Home prices, sales and mortgage rates point to continued growth
By Inman News, Tuesday, December 18, 2012.
Despite lower expectations for the economy’s progress as a whole this quarter, home sale and price trends suggest housing finally represents “a tailwind to growth,” according to a monthly economic outlook released today by Fannie Mae’s Economic & Strategic Research Group.
“The housing market has turned the corner and a sustained recovery is under way,” the report said, despite some significant challenges that remain ahead, including tight lending conditions, uncertainty surrounding mortgage regulations, and the fiscal cliff.
Home prices have seen strengthening year-over-year gains over the last several months and prices are expected to end the year on a positive note for the first time in six years, Fannie Mae economists said.

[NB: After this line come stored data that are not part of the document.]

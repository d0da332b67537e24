import type { FilePort } from "#main/node/file-port.ts";
import { readJsonFile } from "#main/node/whole-file.ts";
import type { PassState } from "#shared/api/specimen.ts";
import { unreadable } from "#shared/errors.ts";

/** `passes/<id>/pass.json`: what is said about a pass beside its journal. A pass without the file is under way. */
export interface PassFile {
  readonly format: "tautline-pass";
  readonly version: 1;
  readonly state: PassState;
  readonly synthetic: boolean;
  /** Name of a recovered branch. */
  readonly name?: string;
  /** Set on a pass that came back from an annotator: it stays as it was handed over. */
  readonly returned?: { readonly study: string; readonly assignment: string };
}

export const NEW_PASS: PassFile = { format: "tautline-pass", version: 1, state: "under-way", synthetic: false };

/** The pass file at `path`; {@link NEW_PASS} when there is none. @throws unreadable-input */
export async function readPassFile(files: FilePort, path: string): Promise<PassFile> {
  const value = await readJsonFile(files, path, "pass.json");
  if (value === undefined) return NEW_PASS;
  const { format, version, state } = (value ?? {}) as Partial<PassFile>;
  if (format !== NEW_PASS.format) throw unreadable("pass.json", `format ${NEW_PASS.format}`, `format ${String(format)}`);
  if (version !== NEW_PASS.version) {
    throw unreadable(
      "pass.json",
      "version 1",
      `version ${String(version)}`,
      undefined,
      "It was written by a newer version of the program.",
    );
  }
  if (state !== "under-way" && state !== "finished") throw unreadable("pass.json", "state under-way or finished", String(state));
  return value as PassFile;
}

They projected the median price of an existing home would rise 4.2 percent on an annual basis in 2012, to $173,000. They expected the median price of a new home to increase 4 percent, to $236,000. Fannie Mae is projecting that median prices of both new and existing homes will rise an additional 1.7 percent in 2013.
Existing-home sales, new-home sales and single-family housing starts are expected to see substantial increases from last year. Fannie Mae predicts each will rise 9.6 percent, 19.5 percent and 25.7 percent, respectively, in 2012 compared to 2011. The mortgage giant expects further improvement next year with increases of 6.4 percent, 21.9 percent and 22.4 percent, respectively.
After falling to record lows this year, mortgage rates are expected to fall even further next year, boosting housing demand. Rates for a 30-year fixed-rate mortgage are projected to average 3.7 percent this year and decline to 3.4 percent in 2013 as a result of the Federal Reserve’s continued efforts to keep a lid on interest rates.
Mortgage originations are expected to rise 25.2 percent this year to $1.87 trillion, but decline by 17.1 percent in 2013, largely due to a drop in refinance loans.
Purchase loans remained virtually flat this year, at $518 billion, but are projected to rise by nearly 15 percent next year to $595 billion. Refinance loans, on the other hand, saw an estimated 27.5 percent increase this year to $1.35 trillion and are expected to decrease by 29.3 percent in 2013, to $956 billion. Fannie Mae anticipates refinancings will drop to 62 percent of mortgage originations, down from 72 percent in 2012.
Homebuilder confidence rose for the seventh straight month in November, to a six-year high, the report noted.
“Residential investment has been a positive, albeit small, contributor to economic growth during the past several quarters and will add to growth on an annual basis this year for the first time since 2005,” Fannie Mae economists said. “While the current contribution of housing to the economy is small, it is growing.”
The mortgage giant anticipates an average 8.1 percent unemployment rate this year, followed by an average 7.5 percent rate in 2013.
While real gross domestic product grew 2.7 percent in the third quarter, Fannie Mae economists predict much weaker 1.5 percent growth in the fourth quarter, culminating in 1.9 percent growth for the year. That’s a slight decrease from 2 percent in 2011. Economists anticipate a slight increase to 2.2 percent in 2013.